Surely the obvious counterpoint from ML is adversarial examples? And the obvious countercountercounterpoint to “Set up a GAN” or “Smart guessers have lower sample complexity” is “But any sufficiently advanced query will, from our perspective, smash or corrupt the oracle.”
The problem isn’t that these things are infinitely hard, it’s that any sufficiently late failure smashes the recovery partition. We only get one chance to not screw them up. And, in the case of ML, we have to initially build the system out of giant inscrutable matrices of floating-point numbers.
I think the “suddenly take over the world” part is indeed an important part of AI risk. If I imagine that the new AIs are just intelligent, secretly malicious individuals that get created at roughly the rate humans get created, then I see little threat from them, except possibly that they could coordinate perfectly in their malice, act like angels until they get into enough critical positions, and then do something irreversible. But that is a lot easier to deal with.
The thing is, “suddenly taking over the world” does seem within the realm of possibility. I’ve made the point to various people that, if an AI gets to the point where it can find security bugs in OpenSSL, then it can probably take over some tens of percent of the internet, at which point it has enormous computing capacity. If you think AIs are developing at a certain rate, then that AI will probably jump over ten stages in its development within minutes. The least it might proceed to do is find bugs in other commonly-used software, and take over >90% of the internet-attached computers, and most of the computers attached to them. Then we can speculate as to what it might do next.
It might not be the end of today’s world, but I think more and more critical infrastructure will be computer-controlled in future years; it could probably at least threaten to wreck trillions of dollars of equipment, and possibly ruin supply chains that feed hundreds of millions of people. Today, it could certainly take over all the self-driving-capable cars (Tesla’s entire fleet, and others’) and threaten to directly kill millions. I don’t know if threats would be necessary to dominate the world, but they are one approach.
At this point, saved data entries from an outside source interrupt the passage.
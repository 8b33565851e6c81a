#pragma once
#include "kernel/disc_enclosure.hpp"
#include "reference/exact_complex.hpp"

/// From the kernel's exact numbers to GMP's and back, without rounding.
namespace reference {

mpq_class exact(const merestone::Rational& x);
mpq_class exact(const merestone::Dyadic& x);
mpq_class exact(const merestone::Arf& x);
mpq_class exact(const merestone::Mag& x);
Complex exact(const merestone::ComplexRational& z);
Complex exact(const merestone::ComplexDyadic& z);
/// The midpoint.
Complex midpoint(const merestone::DiscEnclosure& z);

merestone::Rational to_rational(const mpq_class& x);
merestone::ComplexRational to_rational(const Complex& z);
/// Requires a denominator that is a power of two.
merestone::Dyadic to_dyadic(const mpq_class& x);
merestone::ComplexDyadic to_dyadic(const Complex& z);
/// Exactly. Requires a dyadic x >= 0 of at most 30 bits.
merestone::Mag to_mag(const mpq_class& x);

/// Is z an element of the closed disc?
bool holds(const merestone::DiscEnclosure& disc, const Complex& z);

}  // namespace reference
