#pragma once
#include <cstdint>
#include <optional>

#include "reference/mpfr_real.hpp"

namespace reference {

/// The orbit of z² + c in MPFR's floating point, rounded to nearest, no enclosure.
class MpfrOrbit {
 public:
  /// The critical orbit.
  MpfrOrbit(const Complex& c, mpfr_prec_t bits);
  /// The orbit of `start`.
  MpfrOrbit(const Complex& c, const Complex& start, mpfr_prec_t bits);

  void step();
  const RealPair& z() const { return z_; }
  /// |z|²
  const Real& norm();

 private:
  RealPair c_, z_;
  Real x_squared_, y_squared_, norm_;
};

/// The first n in [1, limit] with |z_n(c)| > bailout by exact iteration, 0 when there is none: for limits up to a
/// dozen.
std::uint64_t exact_escape_index(const Complex& c, const mpq_class& bailout, std::uint64_t limit);

/// The first n in [1, limit] with |z_n(c)| > bailout, nothing when there is none. Two precisions (448 and 640 bits
/// beyond the digits of c, and twice as many until they agree) must give the same index, with no |z_n| nearer to the
/// bailout than a quarter of the digits can tell. Throws std::runtime_error where that cannot be reached: |z_n| =
/// bailout is a matter for exact iteration.
std::optional<std::uint64_t> escape_index(const Complex& c, const mpq_class& bailout, std::uint64_t limit);

}  // namespace reference
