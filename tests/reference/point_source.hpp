#pragma once
#include <cstdint>
#include <random>
#include <vector>

#include "reference/exact_complex.hpp"

namespace reference {

/// n, or 25 n when the environment variable MERESTONE_THOROUGH is set.
std::uint64_t repeats(std::uint64_t n);

/// A seeded source of exact numbers, biased to where rules are most easily wrong. The same on every machine.
class PointSource {
 public:
  explicit PointSource(std::uint64_t seed) : engine_(seed) {}

  std::uint64_t bits() { return engine_(); }
  std::uint64_t below(std::uint64_t n) { return engine_() % n; }
  long between(long lo, long hi) { return lo + static_cast<long>(below(static_cast<std::uint64_t>(hi - lo + 1))); }
  bool one_in(std::uint64_t n) { return below(n) == 0; }
  template <class T>
  const T& pick(const std::vector<T>& from) {
    return from[below(from.size())];
  }

  /// A dyadic number in [lo, hi) with the given number of places behind the point.
  mpq_class uniform(const mpq_class& lo, const mpq_class& hi, unsigned places);
  /// m 2^e with an odd m of exactly `mantissa_bits` bits, scaled so that it lies in [2^exponent, 2^(exponent+1)).
  mpq_class dyadic(unsigned mantissa_bits, long exponent);
  /// A dyadic of either sign or zero, with few bits or many, huge, tiny or near 1.
  mpq_class any_dyadic();
  /// A point of the unit circle, exact.
  Complex direction();
  /// A point of the closed unit disc, exact: the rim more often than not.
  Complex in_unit_disc();

  /// A parameter in [-2, 0.6] x [-1.2, 1.2] with `places` binary places.
  Complex in_window(unsigned places);
  /// A parameter at or near the cusp, a bifurcation point, the axis, a tip, a nucleus, a tie |z_n| = 2 or anywhere.
  Complex biased();

 private:
  std::mt19937_64 engine_;
};

/// The exact places that biased() is drawn to.
const std::vector<Complex>& special_parameters();

}  // namespace reference
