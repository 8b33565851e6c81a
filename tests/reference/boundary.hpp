#pragma once
#include "reference/exact_complex.hpp"
#include "reference/point_source.hpp"

namespace reference {

/// A point that leaves |z| <= 2 within 200 steps of MPFR's orbit, within 2^exponent of one that does not: bisection between a
/// member and a point at the distance `from` from 0. Its coordinates have about 60 bits.
Complex beside_boundary(PointSource& source, long exponent, const mpq_class& from);

}  // namespace reference
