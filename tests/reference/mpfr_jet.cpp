#include "reference/mpfr_jet.hpp"

#include "reference/mpfr_cycle.hpp"

namespace reference {

namespace {

constexpr unsigned long kCut = 1200;  // binary places that are kept of what exact arithmetic goes on with

// z, z' and z'' side by side.
class JetOrbit {
 public:
  JetOrbit(const Complex& c, mpfr_prec_t bits) : c_(c, bits), z_(bits), first_(bits), second_(bits), bits_(bits) {
    for (RealPair* part : {&z_, &first_, &second_}) *part = RealPair(Complex{0, 0}, bits);
  }

  void step() {
    // z'' <- 2 (z'² + z z''), z' <- 2 z z' + 1, z <- z² + c, with old values on the right
    RealPair a = product(first_, first_), b = product(z_, second_);
    mpfr_add(a.re, a.re, b.re, MPFR_RNDN);
    mpfr_add(a.im, a.im, b.im, MPFR_RNDN);
    second_ = doubled(a);
    first_ = doubled(product(z_, first_));
    mpfr_add_ui(first_.re, first_.re, 1, MPFR_RNDN);
    z_ = product(z_, z_);
    mpfr_add(z_.re, z_.re, c_.re, MPFR_RNDN);
    mpfr_add(z_.im, z_.im, c_.im, MPFR_RNDN);
    ++index_;
  }

  bool is_beyond(long exponent) const { return size(z_.re) > exponent || size(z_.im) > exponent; }
  std::uint64_t index() const { return index_; }
  Jet jet() const { return {index_, z_.exact(), first_.exact(), second_.exact()}; }

 private:
  static long size(const Real& x) {
    return mpfr_zero_p(static_cast<mpfr_srcptr>(x)) ? -1'000'000 : static_cast<long>(mpfr_get_exp(x)) - 1;
  }
  RealPair product(const RealPair& a, const RealPair& b) const {
    RealPair out(bits_);
    mpfr_fmms(out.re, a.re, b.re, a.im, b.im, MPFR_RNDN);
    mpfr_fmma(out.im, a.re, b.im, a.im, b.re, MPFR_RNDN);
    return out;
  }
  static RealPair doubled(RealPair a) {
    mpfr_mul_2ui(a.re, a.re, 1, MPFR_RNDN);
    mpfr_mul_2ui(a.im, a.im, 1, MPFR_RNDN);
    return a;
  }

  RealPair c_, z_, first_, second_;
  mpfr_prec_t bits_;
  std::uint64_t index_ = 0;
};

// log|z| from |z|²
Real log_modulus(const Complex& z, mpfr_prec_t bits) {
  Real out(bits);
  const mpq_class squared = norm(z);
  mpfr_set_q(out, squared.get_mpq_t(), MPFR_RNDN);
  mpfr_log(out, out, MPFR_RNDN);
  mpfr_div_2ui(out, out, 1, MPFR_RNDN);
  return out;
}

}  // namespace

Complex quotient(const Complex& a, const Complex& b) {
  const mpq_class scale = 1 / norm(b);
  return scale * (a * Complex{b.re, -b.im});
}

Jet jet(const Complex& c, std::uint64_t n, mpfr_prec_t bits) {
  JetOrbit orbit(c, bits);
  while (orbit.index() < n) orbit.step();
  return orbit.jet();
}

std::optional<Jet> jet_beyond(const Complex& c, long exponent, std::uint64_t limit, mpfr_prec_t bits) {
  JetOrbit orbit(c, bits);
  while (orbit.index() < limit) {
    orbit.step();
    if (orbit.is_beyond(exponent)) return orbit.jet();
  }
  return std::nullopt;
}

bool covers(const Germ& germ, const Complex& offset, const mpq_class& radius) {
  const mpq_class delta = 4 - norm(germ.a2), scale = 1 / delta;
  const Complex centre = scale * (germ.f1 * Complex{germ.a2.re, -germ.a2.im});
  const mpq_class room = 2 * scale * sqrt_down(norm(germ.f1), 1100) - radius;
  return delta > 0 && room > 0 && norm(offset - centre) < room * room;
}

std::optional<Germ> exterior_germ(const Complex& c, std::uint64_t limit, mpfr_prec_t bits) {
  const auto at = jet_beyond(c, 700, limit, bits);
  if (!at) return std::nullopt;
  Real half_potential = log_modulus(at->z, bits);
  mpfr_div_2ui(half_potential, half_potential, at->index, MPFR_RNDN);
  mpfr_tanh(half_potential, half_potential, MPFR_RNDN);
  const mpq_class T = half_potential.exact(), scale = power_of_two(1 - static_cast<long>(at->index));
  const Complex A = truncated(quotient(at->first, at->z), kCut),
                B = truncated(quotient(at->second, at->z) - A * A, kCut), L1 = scale * A, L2 = scale * B;
  const mpq_class twice_T = 2 * T, rest = 1 - T * T;
  const Complex bend = twice_T * quotient(L2, L1 * L1);
  return Germ{truncated(quotient(Complex{2 * twice_T, 0}, L1), kCut), truncated(Complex{rest, 0} - bend, kCut)};
}

std::optional<Germ> interior_germ(const Complex& c, std::uint64_t period) {
  constexpr long kStep = 200;  // of 2000 bits: errors of about 2^-400 of the truncation, far less of rounding
  const mpq_class h = power_of_two(-kStep);
  const auto middle = find_cycle(c, {0, 0}, period, 2000, 400);
  if (!middle || middle->period() != period) return std::nullopt;
  const Complex at = truncated(middle->points.front(), kCut);
  const auto right = find_cycle(c + Complex{h, 0}, at, period, 2000, 0),
             left = find_cycle(c - Complex{h, 0}, at, period, 2000, 0);
  if (!right || !left) return std::nullopt;
  const Complex l = middle->multiplier, r = right->multiplier, s = left->multiplier;
  const mpq_class per_step = 1 / (2 * h), per_square = 1 / (h * h), room = 1 - norm(l);
  const Complex l1 = per_step * (r - s), l2 = per_square * (r + s - mpq_class(2) * l);
  const Complex second = quotient(l2, mpq_class(2) * (l1 * l1));
  return Germ{truncated(quotient({room, 0}, l1), kCut), truncated(Complex{-l.re, l.im} - room * second, kCut)};
}

std::optional<Complex> root_near(const Complex& start, std::uint64_t preperiod, std::uint64_t period,
                                 mpfr_prec_t bits) {
  Complex c = start;
  for (int step = 0; step < 60; ++step) {
    const std::uint64_t last = preperiod == 0 ? period : preperiod - 1 + period;
    Jet g = jet(c, last, 2 * bits);
    if (preperiod != 0) {
      const Jet before = jet(c, preperiod - 1, 2 * bits);
      g.z = g.z + before.z;
      g.first = g.first + before.first;
    }
    if (norm(g.first) == 0) return std::nullopt;
    const Complex correction = quotient(g.z, g.first);
    c = truncated(c - correction, static_cast<unsigned long>(bits) + 100);
    if (norm(correction) < power_of_two(-2 * bits)) return c;
  }
  return std::nullopt;
}

}  // namespace reference
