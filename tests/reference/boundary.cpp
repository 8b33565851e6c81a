#include "reference/boundary.hpp"

#include "reference/convert.hpp"
#include "reference/mpfr_orbit.hpp"

namespace reference {

namespace {

bool leaves(const Complex& c) {
  MpfrOrbit orbit(c, 128);
  for (int n = 0; n < 200; ++n) {
    orbit.step();
    if (mpfr_cmp_ui(static_cast<mpfr_srcptr>(orbit.norm()), 4) > 0) return true;
  }
  return false;
}

}  // namespace

Complex beside_boundary(PointSource& source, long exponent, const mpq_class& from) {
  static const std::vector<Complex> members = {{0, 0}, {-1, 0}, {ratio(-1, 8), ratio(3, 4)}, {ratio(-7, 4), 0}};
  Complex in = source.pick(members), out = from * source.direction();
  while (norm(out - in) > power_of_two(2 * exponent)) {
    const Complex middle = truncated(ratio(1, 2) * (in + out), 60);
    (leaves(middle) ? out : in) = middle;
  }
  return out;
}

}  // namespace reference
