#pragma once
#include <gmpxx.h>
#include <mpfr.h>

#include "reference/exact_complex.hpp"

namespace reference {

/// RAII around mpfr_t. Assignment keeps the source's precision.
class Real {
 public:
  explicit Real(mpfr_prec_t bits) { mpfr_init2(held_, bits); }
  Real(const Real& other) {
    mpfr_init2(held_, mpfr_get_prec(other.held_));
    mpfr_set(held_, other.held_, MPFR_RNDN);
  }
  Real& operator=(const Real& other) {
    if (this == &other) return *this;
    mpfr_set_prec(held_, mpfr_get_prec(other.held_));
    mpfr_set(held_, other.held_, MPFR_RNDN);
    return *this;
  }
  ~Real() { mpfr_clear(held_); }

  operator mpfr_ptr() { return held_; }
  operator mpfr_srcptr() const { return held_; }

  /// The number that is stored, exactly.
  mpq_class exact() const {
    if (mpfr_zero_p(held_)) return 0;
    mpz_class mantissa;
    const mpfr_exp_t exponent = mpfr_get_z_2exp(mantissa.get_mpz_t(), held_);
    return mpq_class(mantissa) * power_of_two(exponent);
  }

 private:
  mpfr_t held_;
};

/// A complex number, rounded to nearest part by part: what MPFR computes with, no enclosure.
struct RealPair {
  explicit RealPair(mpfr_prec_t bits) : re(bits), im(bits) {}
  RealPair(const Complex& z, mpfr_prec_t bits) : RealPair(bits) {
    mpfr_set_q(re, z.re.get_mpq_t(), MPFR_RNDN);
    mpfr_set_q(im, z.im.get_mpq_t(), MPFR_RNDN);
  }
  Complex exact() const { return {re.exact(), im.exact()}; }

  Real re, im;
};

}  // namespace reference
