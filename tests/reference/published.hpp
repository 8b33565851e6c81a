#pragma once
#include <cstdint>
#include <string>
#include <vector>

#include "reference/exact_complex.hpp"

namespace reference {

/// A published sequence of escape counts: of parameter(n), n = 0, 1, 2, …, with radius 2.
struct EscapeSequence {
  std::string source;
  Complex (*parameter)(unsigned n);
  std::vector<std::uint64_t> counts;
};
const std::vector<EscapeSequence>& published_escape_counts();

/// A parameter, rounded to the digits given, of which a neighbourhood property is published or computed.
struct PublishedPoint {
  std::string source;
  std::string re, im;  // decimals
  unsigned preperiod, period;
};
/// Nuclei of all components of period 1 to 4 in the closed upper half plane.
const std::vector<PublishedPoint>& nuclei();
/// Misiurewicz points: z_{preperiod+period} = z_preperiod.
const std::vector<PublishedPoint>& misiurewicz_points();

/// A decimal, "0.25" or "-1", as the exact rational.
mpq_class decimal(const std::string& text);

/// A line of points-people-ask.txt.
struct AskedPoint {
  std::string typed;
  std::string answer;    // inside, member, outside or undecided
  std::uint64_t figure;  // the escape index or the period; 0 when none is expected
  std::string others;    // what else is true and may be answered, or "-"
  std::string source;
};
std::vector<AskedPoint> asked_points();

}  // namespace reference
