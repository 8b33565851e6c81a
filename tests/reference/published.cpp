#include "reference/published.hpp"

#include <fstream>
#include <stdexcept>

namespace reference {

namespace {

mpq_class tenth_power(unsigned n) {
  mpz_class power;
  mpz_ui_pow_ui(power.get_mpz_t(), 10, n);
  return mpq_class(mpz_class(1), power);
}

std::string trimmed(const std::string& text) {
  const auto first = text.find_first_not_of(" \t");
  if (first == std::string::npos) return "";
  return text.substr(first, text.find_last_not_of(" \t") - first + 1);
}

AskedPoint asked_point(const std::string& line) {
  const std::string separator = " | ";
  std::vector<std::string> parts;
  for (std::size_t start = 0, end = 0; end != std::string::npos; start = end + separator.size()) {
    end = line.find(separator, start);
    parts.push_back(trimmed(line.substr(start, end == std::string::npos ? end : end - start)));
  }
  if (parts.size() != 5) throw std::runtime_error("points-people-ask.txt: five fields expected in: " + line);
  const std::uint64_t figure = parts[2] == "-" ? 0 : std::stoull(parts[2]);
  return {parts[0], parts[1], figure, parts[3], parts[4]};
}

}  // namespace

const std::vector<EscapeSequence>& published_escape_counts() {
  static const std::vector<EscapeSequence> all = {
      {"OEIS A097486 (verified): c = -3/4 + 10^-n i",
       [](unsigned n) {
         return Complex{ratio(-3, 4), tenth_power(n)};
       },
       {3, 33, 315, 3143, 31417, 314160, 3141593}},
      {"OEIS A299415 (verified): c = 1/4 + 10^-n",
       [](unsigned n) {
         return Complex{ratio(1, 4) + tenth_power(n), 0};
       },
       {2, 8, 30, 97, 312, 991, 3140}},
      {"OEIS A300078 (verified): c = -5/4 - e^2 + e i, e = 10^-n",
       [](unsigned n) {
         return Complex{ratio(-5, 4) - tenth_power(2 * n), tenth_power(n)};
       },
       {1, 18, 159, 1586, 15731}},
  };
  return all;
}

const std::vector<PublishedPoint>& nuclei() {
  static const std::string period_4 =
      "roots of c^6 + 3c^5 + 3c^4 + 3c^3 + 2c^2 + 1 (polynomial verified, digits computed)";
  static const std::vector<PublishedPoint> all = {
      {"z_1 = c", "0", "0", 0, 1},
      {"z_2 = c^2 + c", "-1", "0", 0, 2},
      {"OEIS A109134 negated (verified)", "-1.75487766624669276004950889635852869", "0", 0, 3},
      {"root of c^3 + 2c^2 + c + 1 (computed)", "-0.12256116687665361998", "0.74486176661974423659", 0, 3},
      {period_4, "-1.310702641336832883563571", "0", 0, 4},
      {period_4, "-1.940799806529484752232091", "0", 0, 4},
      {period_4, "0.2822713907669138797", "0.5300606175785252995", 0, 4},
      {period_4, "-0.1565201668337550618", "1.0322471089228318017", 0, 4},
  };
  return all;
}

const std::vector<PublishedPoint>& misiurewicz_points() {
  static const std::vector<PublishedPoint> all = {
      {"exact", "-2", "0", 2, 1},
      {"exact", "0", "1", 2, 2},
      {"OEIS A256099 negated (verified)", "-1.54368901269207636157", "0", 3, 1},
      {"root of c^3 + 2c^2 + 2c + 2 (verified)", "-0.228155493653962", "1.115142508039937", 3, 1},
      {"verified to these digits", "-1.839287", "0", 0, 0},
      {"verified to these digits", "0.419643", "0.606291", 0, 0},
  };
  return all;
}

mpq_class decimal(const std::string& text) {
  const auto point = text.find('.');
  if (point == std::string::npos) return mpq_class(mpz_class(text, 10));
  const std::string digits = text.substr(0, point) + text.substr(point + 1);
  mpq_class value = mpq_class(mpz_class(digits, 10)) * tenth_power(static_cast<unsigned>(text.size() - point - 1));
  value.canonicalize();
  return value;
}

std::vector<AskedPoint> asked_points() {
  std::ifstream file(std::string(MERESTONE_TESTS_DIR) + "/reference/points-people-ask.txt");
  if (!file) throw std::runtime_error("points-people-ask.txt cannot be opened");
  std::vector<AskedPoint> all;
  for (std::string line; std::getline(file, line);)
    if (!trimmed(line).empty() && trimmed(line).front() != '#') all.push_back(asked_point(line));
  return all;
}

}  // namespace reference
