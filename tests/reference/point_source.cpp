#include "reference/point_source.hpp"

#include <cstdlib>

namespace reference {

std::uint64_t repeats(std::uint64_t n) { return std::getenv("MERESTONE_THOROUGH") == nullptr ? n : 25 * n; }

const std::vector<Complex>& special_parameters() {
  static const std::vector<Complex> all = {
      {ratio(1, 4), 0},                // the cusp
      {ratio(-3, 4), 0},               // period 1 meets period 2
      {ratio(-5, 4), 0},               // period 2 meets period 4
      {ratio(-7, 4), 0},               // the cusp of the real component of period 3
      {ratio(-17, 20), ratio(1, 5)},   // on the circle of period 2
      {ratio(37, 100), ratio(4, 25)},  // on the cardioid
      {-2, 0},
      {0, 1},
      {0, -1},  // tips
      {0, 0},
      {-1, 0},  // nuclei
      {2, 0},
      {ratio(6, 5), ratio(8, 5)},  // |z_1| = 2
      {ratio(-3, 4), ratio(1, 10)},
      {ratio(-1, 2), 0},
      {ratio(-1228, 10000), ratio(7449, 10000)},
      {ratio(-17548777, 10000000), 0},
      {ratio(-1401155189, 1000000000), 0},
      {ratio(-15436890127, 10000000000), 0},
  };
  return all;
}

mpq_class PointSource::uniform(const mpq_class& lo, const mpq_class& hi, unsigned places) {
  const mpq_class cells = (hi - lo) * power_of_two(places);
  const mpz_class whole = cells.get_num() / cells.get_den();
  mpz_class random = 0;
  for (unsigned words = 0; words <= places / 64 + 1; ++words) {
    random <<= 64;
    const std::uint64_t word = bits();
    random += mpz_class(static_cast<unsigned long>(word));
  }
  const mpz_class cell = random % whole;
  const mpq_class low_cells = lo * power_of_two(places);
  const mpz_class low = low_cells.get_num() / low_cells.get_den();
  return mpq_class(mpz_class(low + cell)) * power_of_two(-static_cast<long>(places));
}

mpq_class PointSource::dyadic(unsigned mantissa_bits, long exponent) {
  mpz_class mantissa = 1;
  for (unsigned k = 1; k < mantissa_bits; ++k) mantissa = 2 * mantissa + static_cast<unsigned long>(bits() >> 63);
  if (mantissa_bits > 1) mpz_setbit(mantissa.get_mpz_t(), 0);
  return mpq_class(mantissa) * power_of_two(exponent - static_cast<long>(mantissa_bits) + 1);
}

mpq_class PointSource::any_dyadic() {
  if (one_in(8)) return 0;
  static const std::vector<unsigned> widths = {1, 2, 3, 8, 29, 30, 31, 32, 53, 64, 65, 200};
  const long exponent = one_in(3) ? between(-3, 3) : one_in(2) ? between(-400, 60) : between(-40, 10);
  const mpq_class size = dyadic(pick(widths), exponent);
  return one_in(2) ? size : -size;
}

Complex PointSource::direction() {
  if (one_in(2)) return pick(unit_directions());
  const Complex eighth = on_unit_circle(ratio(between(-64, 64), 64));
  return one_in(2) ? eighth : eighth * Complex{-1, 0};
}

Complex PointSource::in_unit_disc() {
  if (one_in(8)) return {0, 0};
  if (one_in(4)) return mpq_class(ratio(between(0, 1024), 1024)) * direction();
  return direction();
}

Complex PointSource::in_window(unsigned places) {
  return {uniform(-2, ratio(5, 8), places), uniform(ratio(-5, 4), ratio(5, 4), places)};
}

Complex PointSource::biased() {
  if (one_in(3)) return in_window(one_in(2) ? 53 : 12);
  const Complex& at = pick(special_parameters());
  if (one_in(6)) return at;
  const long exponent = one_in(3) ? between(-320, -60) : between(-60, -2);
  return at + dyadic(one_in(2) ? 1 : 20, exponent) * direction();
}

}  // namespace reference
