#include "reference/mpfi_orbit.hpp"

#include "reference/mpfr_real.hpp"

namespace reference {

namespace {

mpq_class outside(const mpq_class& x, const mpq_class& lo, const mpq_class& hi) {
  if (x < lo) return lo - x;
  if (x > hi) return x - hi;
  return 0;
}

mpq_class lower_end(const mpfi_t x) {
  Real end(mpfi_get_prec(x));
  mpfi_get_left(end, x);
  return end.exact();
}

mpq_class upper_end(const mpfi_t x) {
  Real end(mpfi_get_prec(x));
  mpfi_get_right(end, x);
  return end.exact();
}

}  // namespace

mpq_class distance_squared(const Box& box, const Complex& z) {
  const mpq_class dx = outside(z.re, box.x_lo, box.x_hi), dy = outside(z.im, box.y_lo, box.y_hi);
  return dx * dx + dy * dy;
}

bool contains(const Box& box, const Complex& z) { return distance_squared(box, z) == 0; }

MpfiOrbit::MpfiOrbit(const Complex& c, mpfr_prec_t bits) {
  for (mpfi_ptr x : {c_re_, c_im_, re_, im_, product_, square_}) mpfi_init2(x, bits);
  mpfi_set_q(c_re_, c.re.get_mpq_t());
  mpfi_set_q(c_im_, c.im.get_mpq_t());
  mpfi_set_si(re_, 0);
  mpfi_set_si(im_, 0);
}

MpfiOrbit::~MpfiOrbit() {
  for (mpfi_ptr x : {c_re_, c_im_, re_, im_, product_, square_}) mpfi_clear(x);
}

void MpfiOrbit::step() {
  mpfi_mul(product_, re_, im_);
  mpfi_mul_2ui(product_, product_, 1);
  mpfi_sqr(square_, im_);
  mpfi_sqr(re_, re_);
  mpfi_sub(re_, re_, square_);
  mpfi_add(re_, re_, c_re_);
  mpfi_add(im_, product_, c_im_);
}

bool MpfiOrbit::is_narrow() const {
  Real width(53);
  for (mpfi_srcptr part : {re_, im_}) {
    mpfi_diam_abs(width, part);
    if (!(mpfr_cmp_ui(static_cast<mpfr_srcptr>(width), 1) <= 0) || mpfr_nan_p(static_cast<mpfr_srcptr>(width)))
      return false;
  }
  return true;
}

Box MpfiOrbit::z() const { return {lower_end(re_), upper_end(re_), lower_end(im_), upper_end(im_)}; }

}  // namespace reference
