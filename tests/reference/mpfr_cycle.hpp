#pragma once
#include <cstdint>
#include <optional>
#include <vector>

#include "reference/mpfr_real.hpp"

namespace reference {

/// A cycle of z² + c as MPFR finds it: right to about three quarters of the working precision, not enclosed.
struct Cycle {
  std::vector<Complex> points;  // in the order of the dynamics, as many as the least period
  Complex multiplier;
  bool attracting = false;  // |multiplier| < 1 at working precision

  std::uint64_t period() const { return points.size(); }
};

/// Follows z for `settle` returns of f^period, then Newton's method on f^period(z) - z at `bits` bits, then the least
/// period. Nothing when Newton's method does not settle.
std::optional<Cycle> find_cycle(const Complex& c, const Complex& z, std::uint64_t period, mpfr_prec_t bits = 1024,
                                std::uint64_t settle = 100);

}  // namespace reference
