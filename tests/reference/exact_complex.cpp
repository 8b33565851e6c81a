#include "reference/exact_complex.hpp"

namespace reference {

Complex operator+(const Complex& a, const Complex& b) { return {a.re + b.re, a.im + b.im}; }
Complex operator-(const Complex& a, const Complex& b) { return {a.re - b.re, a.im - b.im}; }
Complex operator*(const Complex& a, const Complex& b) { return {a.re * b.re - a.im * b.im, a.re * b.im + a.im * b.re}; }
Complex operator*(const mpq_class& a, const Complex& b) { return {a * b.re, a * b.im}; }
bool operator==(const Complex& a, const Complex& b) { return a.re == b.re && a.im == b.im; }
mpq_class norm(const Complex& z) { return z.re * z.re + z.im * z.im; }

mpq_class ratio(long n, unsigned long d) {
  mpq_class q(n, d);
  q.canonicalize();
  return q;
}

mpq_class power_of_two(long e) {
  const mpz_class power = mpz_class(1) << static_cast<unsigned long>(e < 0 ? -e : e);
  return e < 0 ? mpq_class(mpz_class(1), power) : mpq_class(power);
}

Complex iterate(Complex z, const Complex& c, std::uint64_t n) {
  for (std::uint64_t k = 0; k < n; ++k) z = z * z + c;
  return z;
}

Complex on_unit_circle(const mpq_class& t) {
  const mpq_class square = t * t;
  return {(1 - square) / (1 + square), 2 * t / (1 + square)};
}

const std::vector<Complex>& unit_directions() {
  static const std::vector<Complex> directions = [] {
    std::vector<Complex> all;
    for (const Complex& first :
         {Complex{1, 0}, Complex{ratio(3, 5), ratio(4, 5)}, Complex{ratio(12, 13), ratio(5, 13)}}) {
      Complex turned = first;
      for (int quarter = 0; quarter < 4; ++quarter) {
        all.push_back(turned);
        turned = turned * Complex{0, 1};
      }
    }
    return all;
  }();
  return directions;
}

Complex truncated(const Complex& z, unsigned long places) {
  const auto cut = [places](const mpq_class& x) -> mpq_class {
    return mpq_class(mpz_class((x.get_num() << places) / x.get_den())) * power_of_two(-static_cast<long>(places));
  };
  return {cut(z.re), cut(z.im)};
}

mpq_class sqrt_down(const mpq_class& x, unsigned long bits) {
  const mpz_class scaled = (x.get_num() << (2 * bits)) / x.get_den();
  mpq_class root(mpz_class(sqrt(scaled)), mpz_class(1) << bits);
  root.canonicalize();
  return root;
}

}  // namespace reference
Why would it try to take over the world? Well, if it thinks it has a 99.9999% chance of creating heaven on earth, but there’s a 1% chance that a significantly worse AI will spring up and create hell on earth (or that some idiots will start nuclear war, release bioengineered plagues, choose your favorite existential threat), then any world domination plan with, say, at least 99.9% estimated chance of success would appear to be justified. I think there are humans who reason that way; why not it? (Perhaps it could bioengineer its own plague, tell everyone they have to go into shelters it controls if they want the antidote, and count on there being at least some who do, from which it can repopulate the world in its vision of Utopia. Or just kill everyone, build infrastructure, and then clone people in captivity.)